* DATA FOR PROCESSING *
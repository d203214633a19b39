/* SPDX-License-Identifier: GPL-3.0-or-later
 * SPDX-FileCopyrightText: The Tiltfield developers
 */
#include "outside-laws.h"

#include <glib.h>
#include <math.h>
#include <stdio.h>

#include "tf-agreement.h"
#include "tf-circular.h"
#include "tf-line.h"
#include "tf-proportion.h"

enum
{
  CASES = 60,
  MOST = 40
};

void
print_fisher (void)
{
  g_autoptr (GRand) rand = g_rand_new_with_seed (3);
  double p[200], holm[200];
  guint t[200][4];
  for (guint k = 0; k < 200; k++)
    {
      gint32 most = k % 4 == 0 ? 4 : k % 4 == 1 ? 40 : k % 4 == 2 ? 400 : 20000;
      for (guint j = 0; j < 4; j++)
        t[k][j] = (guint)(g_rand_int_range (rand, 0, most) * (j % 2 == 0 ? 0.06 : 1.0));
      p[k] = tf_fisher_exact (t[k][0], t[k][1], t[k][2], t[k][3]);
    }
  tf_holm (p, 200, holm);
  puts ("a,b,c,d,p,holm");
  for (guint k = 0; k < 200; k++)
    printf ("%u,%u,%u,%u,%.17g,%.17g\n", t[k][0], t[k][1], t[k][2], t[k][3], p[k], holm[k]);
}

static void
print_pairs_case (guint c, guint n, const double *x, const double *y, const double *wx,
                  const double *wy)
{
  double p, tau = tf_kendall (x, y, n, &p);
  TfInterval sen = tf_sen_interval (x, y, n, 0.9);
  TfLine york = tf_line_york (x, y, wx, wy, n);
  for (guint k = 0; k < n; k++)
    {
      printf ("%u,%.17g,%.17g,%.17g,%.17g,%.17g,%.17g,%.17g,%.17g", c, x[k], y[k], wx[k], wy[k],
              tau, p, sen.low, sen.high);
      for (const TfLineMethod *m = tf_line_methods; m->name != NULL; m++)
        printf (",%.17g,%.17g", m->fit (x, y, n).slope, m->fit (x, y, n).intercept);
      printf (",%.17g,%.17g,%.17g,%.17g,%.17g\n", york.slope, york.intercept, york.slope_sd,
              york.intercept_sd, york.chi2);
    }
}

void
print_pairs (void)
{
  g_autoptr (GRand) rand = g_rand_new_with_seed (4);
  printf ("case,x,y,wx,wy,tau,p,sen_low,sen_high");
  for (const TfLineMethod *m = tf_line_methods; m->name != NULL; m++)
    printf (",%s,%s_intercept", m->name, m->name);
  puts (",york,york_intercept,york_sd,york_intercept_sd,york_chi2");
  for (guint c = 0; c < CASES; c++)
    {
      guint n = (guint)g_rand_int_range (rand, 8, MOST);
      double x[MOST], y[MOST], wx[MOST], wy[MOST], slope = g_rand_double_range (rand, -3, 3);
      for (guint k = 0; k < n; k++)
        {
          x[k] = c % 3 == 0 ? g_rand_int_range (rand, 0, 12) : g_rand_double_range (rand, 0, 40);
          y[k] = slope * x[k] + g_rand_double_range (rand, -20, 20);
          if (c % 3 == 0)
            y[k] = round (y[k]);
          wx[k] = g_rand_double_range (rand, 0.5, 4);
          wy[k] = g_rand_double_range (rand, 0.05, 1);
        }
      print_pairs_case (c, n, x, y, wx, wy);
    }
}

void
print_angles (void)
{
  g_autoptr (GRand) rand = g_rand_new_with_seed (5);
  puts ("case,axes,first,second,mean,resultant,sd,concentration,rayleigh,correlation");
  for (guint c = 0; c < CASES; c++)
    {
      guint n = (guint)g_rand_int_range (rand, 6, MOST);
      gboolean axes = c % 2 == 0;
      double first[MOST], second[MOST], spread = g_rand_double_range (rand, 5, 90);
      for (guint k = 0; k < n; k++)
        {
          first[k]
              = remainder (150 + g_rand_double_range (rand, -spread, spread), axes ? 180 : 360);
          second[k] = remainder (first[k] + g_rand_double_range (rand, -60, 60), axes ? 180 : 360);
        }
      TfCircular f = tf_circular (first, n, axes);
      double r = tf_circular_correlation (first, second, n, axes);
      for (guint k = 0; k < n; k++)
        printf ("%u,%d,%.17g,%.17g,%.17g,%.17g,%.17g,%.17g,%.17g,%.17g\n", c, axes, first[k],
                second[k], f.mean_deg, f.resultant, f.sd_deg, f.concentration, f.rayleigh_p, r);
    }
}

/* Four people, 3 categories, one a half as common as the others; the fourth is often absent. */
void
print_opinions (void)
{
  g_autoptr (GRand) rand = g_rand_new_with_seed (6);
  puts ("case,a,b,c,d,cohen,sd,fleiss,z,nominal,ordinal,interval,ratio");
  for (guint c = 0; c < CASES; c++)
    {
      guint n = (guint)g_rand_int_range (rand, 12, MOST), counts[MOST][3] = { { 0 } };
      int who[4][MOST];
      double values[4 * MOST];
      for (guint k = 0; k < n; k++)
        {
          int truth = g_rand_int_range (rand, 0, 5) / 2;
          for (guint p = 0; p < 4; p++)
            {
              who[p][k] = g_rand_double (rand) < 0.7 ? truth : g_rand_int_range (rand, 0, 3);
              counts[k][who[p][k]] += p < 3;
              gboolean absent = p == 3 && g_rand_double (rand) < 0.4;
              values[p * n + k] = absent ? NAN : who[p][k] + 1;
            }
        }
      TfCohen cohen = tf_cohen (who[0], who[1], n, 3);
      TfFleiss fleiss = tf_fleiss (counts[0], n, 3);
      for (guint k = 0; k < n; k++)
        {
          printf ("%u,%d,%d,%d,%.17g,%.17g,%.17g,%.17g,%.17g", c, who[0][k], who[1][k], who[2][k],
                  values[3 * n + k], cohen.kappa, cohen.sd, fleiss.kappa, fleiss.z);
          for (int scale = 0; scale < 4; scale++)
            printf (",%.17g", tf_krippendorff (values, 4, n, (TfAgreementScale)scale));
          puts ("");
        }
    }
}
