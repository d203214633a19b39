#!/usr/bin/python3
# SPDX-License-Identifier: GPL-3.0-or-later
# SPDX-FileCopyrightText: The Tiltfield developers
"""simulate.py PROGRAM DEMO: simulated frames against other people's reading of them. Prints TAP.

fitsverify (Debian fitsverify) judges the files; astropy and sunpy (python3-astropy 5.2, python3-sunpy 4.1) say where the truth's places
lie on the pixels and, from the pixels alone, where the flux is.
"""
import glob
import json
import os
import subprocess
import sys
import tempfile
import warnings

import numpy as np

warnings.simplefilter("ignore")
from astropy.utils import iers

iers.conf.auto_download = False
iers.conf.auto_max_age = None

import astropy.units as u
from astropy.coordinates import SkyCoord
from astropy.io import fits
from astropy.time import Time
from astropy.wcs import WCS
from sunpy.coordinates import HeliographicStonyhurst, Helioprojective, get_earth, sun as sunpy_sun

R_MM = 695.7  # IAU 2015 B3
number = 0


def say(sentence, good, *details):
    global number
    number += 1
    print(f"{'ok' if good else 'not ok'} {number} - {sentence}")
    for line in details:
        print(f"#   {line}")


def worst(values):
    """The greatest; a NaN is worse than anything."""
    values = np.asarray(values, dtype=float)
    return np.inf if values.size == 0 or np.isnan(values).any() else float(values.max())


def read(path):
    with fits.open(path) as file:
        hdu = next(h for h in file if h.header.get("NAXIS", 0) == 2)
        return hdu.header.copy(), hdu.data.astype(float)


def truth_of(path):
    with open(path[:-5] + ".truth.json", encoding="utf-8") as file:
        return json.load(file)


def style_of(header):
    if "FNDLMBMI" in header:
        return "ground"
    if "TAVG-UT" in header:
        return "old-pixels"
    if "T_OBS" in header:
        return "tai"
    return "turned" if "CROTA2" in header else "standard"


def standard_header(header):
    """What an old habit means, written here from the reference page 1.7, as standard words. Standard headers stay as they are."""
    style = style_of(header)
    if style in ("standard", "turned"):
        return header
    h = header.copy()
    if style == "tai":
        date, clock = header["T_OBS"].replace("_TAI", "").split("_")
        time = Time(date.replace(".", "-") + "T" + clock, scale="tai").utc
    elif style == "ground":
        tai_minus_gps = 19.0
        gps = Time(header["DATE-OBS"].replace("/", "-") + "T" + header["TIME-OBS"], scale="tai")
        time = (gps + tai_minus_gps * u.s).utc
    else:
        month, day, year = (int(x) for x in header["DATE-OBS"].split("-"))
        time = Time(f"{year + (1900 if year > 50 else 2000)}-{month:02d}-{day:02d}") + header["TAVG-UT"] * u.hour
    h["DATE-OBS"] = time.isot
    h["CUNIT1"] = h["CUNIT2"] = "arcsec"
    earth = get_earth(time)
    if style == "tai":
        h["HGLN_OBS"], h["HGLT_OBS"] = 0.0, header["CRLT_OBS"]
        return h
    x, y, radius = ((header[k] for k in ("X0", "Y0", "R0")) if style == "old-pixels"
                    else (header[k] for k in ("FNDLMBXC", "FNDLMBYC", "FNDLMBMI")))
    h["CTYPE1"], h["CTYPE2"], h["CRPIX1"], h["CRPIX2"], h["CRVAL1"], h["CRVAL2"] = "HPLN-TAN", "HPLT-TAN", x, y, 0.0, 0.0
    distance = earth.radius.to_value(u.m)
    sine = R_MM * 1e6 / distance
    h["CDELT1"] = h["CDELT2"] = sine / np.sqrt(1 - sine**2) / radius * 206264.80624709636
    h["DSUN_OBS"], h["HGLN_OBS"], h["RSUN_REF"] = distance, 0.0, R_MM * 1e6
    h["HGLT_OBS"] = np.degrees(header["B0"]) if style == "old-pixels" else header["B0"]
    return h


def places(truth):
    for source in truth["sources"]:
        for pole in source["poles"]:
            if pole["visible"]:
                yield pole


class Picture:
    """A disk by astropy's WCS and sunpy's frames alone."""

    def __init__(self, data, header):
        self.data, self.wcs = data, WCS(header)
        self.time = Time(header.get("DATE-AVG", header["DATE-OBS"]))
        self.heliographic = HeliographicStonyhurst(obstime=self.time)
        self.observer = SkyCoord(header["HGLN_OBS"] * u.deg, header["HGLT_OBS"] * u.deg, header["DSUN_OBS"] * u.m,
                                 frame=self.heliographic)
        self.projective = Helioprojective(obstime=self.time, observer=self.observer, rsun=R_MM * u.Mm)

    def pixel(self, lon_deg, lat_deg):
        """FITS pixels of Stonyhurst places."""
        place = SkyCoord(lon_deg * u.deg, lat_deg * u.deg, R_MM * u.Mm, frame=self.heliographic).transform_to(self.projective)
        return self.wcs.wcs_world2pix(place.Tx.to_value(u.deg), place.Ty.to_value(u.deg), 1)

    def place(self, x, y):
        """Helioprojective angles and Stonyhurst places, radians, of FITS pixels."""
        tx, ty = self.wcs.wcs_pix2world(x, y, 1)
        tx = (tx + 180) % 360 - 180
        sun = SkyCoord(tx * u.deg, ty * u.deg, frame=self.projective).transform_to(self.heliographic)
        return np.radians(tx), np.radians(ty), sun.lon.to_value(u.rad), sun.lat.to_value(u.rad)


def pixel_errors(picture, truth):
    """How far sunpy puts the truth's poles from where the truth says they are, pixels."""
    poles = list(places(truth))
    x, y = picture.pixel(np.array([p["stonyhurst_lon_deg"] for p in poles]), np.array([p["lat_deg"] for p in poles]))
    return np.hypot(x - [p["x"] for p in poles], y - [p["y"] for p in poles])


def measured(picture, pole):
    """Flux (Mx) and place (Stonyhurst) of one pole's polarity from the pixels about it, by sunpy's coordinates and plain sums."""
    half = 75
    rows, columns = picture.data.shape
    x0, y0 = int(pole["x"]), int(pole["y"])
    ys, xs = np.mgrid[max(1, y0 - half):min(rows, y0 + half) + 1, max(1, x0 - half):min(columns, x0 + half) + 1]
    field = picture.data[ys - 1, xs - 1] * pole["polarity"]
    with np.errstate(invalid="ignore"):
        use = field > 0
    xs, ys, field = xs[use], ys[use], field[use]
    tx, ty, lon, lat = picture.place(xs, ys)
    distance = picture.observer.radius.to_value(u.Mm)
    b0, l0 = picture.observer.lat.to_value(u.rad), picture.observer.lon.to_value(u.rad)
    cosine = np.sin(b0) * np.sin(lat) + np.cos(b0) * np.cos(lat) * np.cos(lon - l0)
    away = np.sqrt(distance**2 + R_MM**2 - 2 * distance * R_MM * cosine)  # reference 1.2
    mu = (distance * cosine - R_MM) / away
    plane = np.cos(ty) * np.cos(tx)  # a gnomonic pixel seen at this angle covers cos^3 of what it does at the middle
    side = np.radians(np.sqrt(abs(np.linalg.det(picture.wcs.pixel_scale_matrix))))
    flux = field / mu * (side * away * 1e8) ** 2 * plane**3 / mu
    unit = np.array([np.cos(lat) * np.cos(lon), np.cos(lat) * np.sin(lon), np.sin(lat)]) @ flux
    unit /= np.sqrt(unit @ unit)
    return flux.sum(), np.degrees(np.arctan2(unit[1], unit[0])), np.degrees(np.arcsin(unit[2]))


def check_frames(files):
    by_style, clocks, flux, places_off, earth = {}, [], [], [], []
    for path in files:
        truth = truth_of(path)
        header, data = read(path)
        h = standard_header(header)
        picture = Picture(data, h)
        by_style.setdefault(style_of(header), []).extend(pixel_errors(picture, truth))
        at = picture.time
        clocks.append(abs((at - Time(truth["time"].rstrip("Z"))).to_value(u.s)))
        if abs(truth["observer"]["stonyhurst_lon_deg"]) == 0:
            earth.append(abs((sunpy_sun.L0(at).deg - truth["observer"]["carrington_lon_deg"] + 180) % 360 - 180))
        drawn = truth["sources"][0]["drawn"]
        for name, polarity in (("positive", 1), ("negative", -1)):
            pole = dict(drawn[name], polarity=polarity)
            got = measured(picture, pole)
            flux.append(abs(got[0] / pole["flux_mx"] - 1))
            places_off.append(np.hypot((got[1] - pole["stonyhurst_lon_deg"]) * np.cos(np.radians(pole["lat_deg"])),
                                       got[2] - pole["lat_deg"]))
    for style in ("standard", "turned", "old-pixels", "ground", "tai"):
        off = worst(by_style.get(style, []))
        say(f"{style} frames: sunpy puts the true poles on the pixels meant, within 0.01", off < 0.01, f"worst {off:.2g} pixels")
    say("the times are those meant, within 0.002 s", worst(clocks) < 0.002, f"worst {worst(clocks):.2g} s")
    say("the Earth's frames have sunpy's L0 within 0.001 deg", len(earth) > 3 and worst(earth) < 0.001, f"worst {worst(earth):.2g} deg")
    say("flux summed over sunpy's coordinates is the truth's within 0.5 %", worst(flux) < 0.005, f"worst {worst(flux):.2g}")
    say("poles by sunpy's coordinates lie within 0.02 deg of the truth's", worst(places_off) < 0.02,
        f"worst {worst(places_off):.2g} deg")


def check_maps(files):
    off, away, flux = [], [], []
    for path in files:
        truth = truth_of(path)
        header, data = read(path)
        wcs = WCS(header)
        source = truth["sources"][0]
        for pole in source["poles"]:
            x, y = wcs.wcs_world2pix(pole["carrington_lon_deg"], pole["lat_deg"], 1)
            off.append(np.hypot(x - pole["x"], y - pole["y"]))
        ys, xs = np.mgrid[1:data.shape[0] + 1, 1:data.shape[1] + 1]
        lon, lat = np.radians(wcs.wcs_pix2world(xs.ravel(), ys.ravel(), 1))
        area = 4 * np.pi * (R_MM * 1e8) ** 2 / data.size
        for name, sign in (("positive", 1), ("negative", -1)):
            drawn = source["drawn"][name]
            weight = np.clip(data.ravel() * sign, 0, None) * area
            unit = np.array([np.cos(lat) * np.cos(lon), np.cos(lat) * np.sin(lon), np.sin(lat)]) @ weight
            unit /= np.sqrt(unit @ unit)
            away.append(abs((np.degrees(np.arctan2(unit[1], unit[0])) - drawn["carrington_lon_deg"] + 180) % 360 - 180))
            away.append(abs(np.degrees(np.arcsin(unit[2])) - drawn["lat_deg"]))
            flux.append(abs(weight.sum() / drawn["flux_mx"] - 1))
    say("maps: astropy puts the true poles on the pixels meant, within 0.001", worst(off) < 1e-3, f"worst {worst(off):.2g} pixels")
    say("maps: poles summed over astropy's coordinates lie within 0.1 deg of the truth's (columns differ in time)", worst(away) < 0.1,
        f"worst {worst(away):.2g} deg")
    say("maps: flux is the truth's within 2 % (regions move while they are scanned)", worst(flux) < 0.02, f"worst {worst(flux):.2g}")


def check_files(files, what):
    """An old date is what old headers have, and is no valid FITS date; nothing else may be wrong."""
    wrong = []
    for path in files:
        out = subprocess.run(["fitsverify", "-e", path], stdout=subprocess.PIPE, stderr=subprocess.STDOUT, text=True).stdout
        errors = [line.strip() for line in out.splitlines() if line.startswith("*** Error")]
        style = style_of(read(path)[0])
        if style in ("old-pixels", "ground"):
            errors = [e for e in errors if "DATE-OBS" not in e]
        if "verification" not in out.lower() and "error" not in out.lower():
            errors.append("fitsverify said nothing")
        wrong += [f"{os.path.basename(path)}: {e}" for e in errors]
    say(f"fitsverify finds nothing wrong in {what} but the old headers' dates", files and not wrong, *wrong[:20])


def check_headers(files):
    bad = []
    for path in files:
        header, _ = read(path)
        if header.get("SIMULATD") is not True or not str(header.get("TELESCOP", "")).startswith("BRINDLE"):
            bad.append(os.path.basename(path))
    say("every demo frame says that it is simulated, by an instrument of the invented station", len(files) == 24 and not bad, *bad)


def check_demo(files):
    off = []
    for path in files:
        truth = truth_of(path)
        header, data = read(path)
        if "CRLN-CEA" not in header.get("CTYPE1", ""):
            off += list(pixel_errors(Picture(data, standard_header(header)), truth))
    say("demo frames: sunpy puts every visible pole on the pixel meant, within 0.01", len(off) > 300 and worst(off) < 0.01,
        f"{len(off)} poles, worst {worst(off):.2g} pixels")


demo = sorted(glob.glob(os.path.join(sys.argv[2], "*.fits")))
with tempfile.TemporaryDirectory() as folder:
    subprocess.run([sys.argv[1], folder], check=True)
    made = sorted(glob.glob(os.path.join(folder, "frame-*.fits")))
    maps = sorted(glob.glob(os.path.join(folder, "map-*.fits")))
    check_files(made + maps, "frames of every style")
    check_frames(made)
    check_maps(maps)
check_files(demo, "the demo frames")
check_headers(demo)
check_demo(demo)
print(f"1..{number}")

* BRIEF *
Every line in the listing that holds "year" belongs in the answer.

* WRITTEN ANSWER *
        month, day, year = (int(x) for x in header["DATE-OBS"].split("-"))
        time = Time(f"{year + (1900 if year > 50 else 2000)}-{month:02d}-{day:02d}") + header["TAVG-UT"] * u.hour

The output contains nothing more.